Powell's dismissive comment about the digital divide is nothing new.
``I cannot say that I understand the urgency,'' Powell wrote in 1999 as an FCC commissioner. ``The rhetoric is powerful: `A digital divide,' `information haves and have-nots,' `affluent suburbs versus poor urban children.' They certainly are clever sound bites that give the sense of urgency and crisis.'' Powell mentions in the same brief that 51 percent of classrooms are wired. He recognizes that this is a ``bare majority'' but says this isn't really a cause for great alarm.
Any room with a working phone jack is Web-ready, but you still need a computer, modem and an Internet service provider. Sure, poor urban and rural school districts are benefiting from private- and public-funding initiatives, but having a couple of computers in a school of several hundred students doesn't do much good. And in some cases, dumping out-of-date and even obsolete computers has become a practice.
``There's a point where you have to make an investment and not run our schools on leftovers,'' Robin Willner, director of IBM corporate community relations, told Congress last fall.
Access is important. However, the student/ computer ratio is more important. Is 5-to-1 an acceptable ratio? For those of you who think ``no,'' this student/computer ratio is considered enviable.

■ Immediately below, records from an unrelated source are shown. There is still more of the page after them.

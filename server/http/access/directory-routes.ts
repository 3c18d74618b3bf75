import type { FastifyRequest } from 'fastify';
import type { Caller } from '../../access/caller.ts';
import type { Directory } from '../../access/directory.ts';
import { route, type AnyRoute } from '../route.ts';
import { cookieOf, isSecure, originOf, placeOf, type AccessHost } from './access-host.ts';

const cookieName = 'vouchline-directory';
const back = '/api/sign-in/directory/back';

/** Ties the way back to the browser that began: Lax, because the directory sends it back from another place. */
const cookie = (state: string, secure: boolean, seconds: number): string =>
  `${cookieName}=${state}; Path=/api/sign-in/directory; HttpOnly; SameSite=Lax; Max-Age=${seconds}${secure ? '; Secure' : ''}`;

const stateOf = ({ headers }: FastifyRequest): string | undefined =>
  (headers.cookie ?? '').split(';').map((part) => part.trim()).find((part) => part.startsWith(`${cookieName}=`))?.slice(cookieName.length + 1);

/** Signing in through the plant's directory: there and back. */
export function directoryRoutes(host: AccessHost, directory: Directory): readonly AnyRoute[] {
  return [
    route({
      method: 'GET', path: '/api/sign-in/directory', summary: 'Sends the browser to the directory; who is signed in links their account', needs: 'nobody', answer: 'text/html',
      handle: async ({ caller, request, reply }) => {
        const asker = caller as Caller | undefined;
        const { to, state } = await directory.begin(`${placeOf(request).origin}${back}`, asker?.kind === 'account' ? asker.account : undefined);
        return reply.header('set-cookie', cookie(state, isSecure(request), 300)).redirect(to, 302);
      },
    }),
    route({
      method: 'GET', path: back, summary: 'Where the directory sends the browser back to', needs: 'nobody', answer: 'text/html',
      handle: async ({ request, reply }) => {
        reply.header('set-cookie', cookie('', isSecure(request), 0));
        let account: string;
        try {
          account = await directory.finish(new URL(request.url, placeOf(request).origin), stateOf(request));
        } catch (cause) {
          const words = 'statusCode' in (cause as object) ? (cause as Error).message : 'The directory cannot be reached.';
          return reply.redirect(`/sign-in?fault=${encodeURIComponent(words)}`, 302);
        }
        const begun = await host.signIn.begin(account, originOf(request), 'directory');
        return reply.header('set-cookie', cookieOf(begun, request, host.sessionSeconds)).redirect('/', 302);
      },
    }),
  ];
}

And the digital divide is greater in the home. Approximately 41 percent of all U.S. homes use the Web but only 19 percent of black homes and 16 percent of Hispanic homes do, according to the U.S. Department of Commerce. While having a computer at home appears indulgent, consider the divide between children who have access to books at home -- and who are encouraged to read -- and those who don't. If information is increasingly coming at us digitally, one wonders if the disparity in access to knowledge will increase.
There are people who believe that the digital divide is a phenomenon to be alarmed about. The Web-Based Education Commission, headed by then-Sen. Bob Kerrey, D-Neb., has called for a national mobilization. In its report, ``The Power of the Internet for Learning: Moving From Promise to Practice,'' delivered to the president and the 107th Congress last December, the commission said what is needed is ``a response similar in scope to the other great American opportunities -- or crises: Sputnik and the race to the moon; bringing electricity and phone service to all comers of the nation; finding a cure for polio.''
Powell's indifference stands in stark contrast to this call to action. And it suggests that he will not throw himself into solving this problem. It would be encouraging if Powell would use his considerable cachet as chair of the FCC to nudge private industry past its usual business sentiments when it deals with poor urban and rural communities.
The goal of policy-makers such as Powell should be to make sure the digital divide does not grow, and that the promise of the Web is available to those who are in danger of falling through the Net.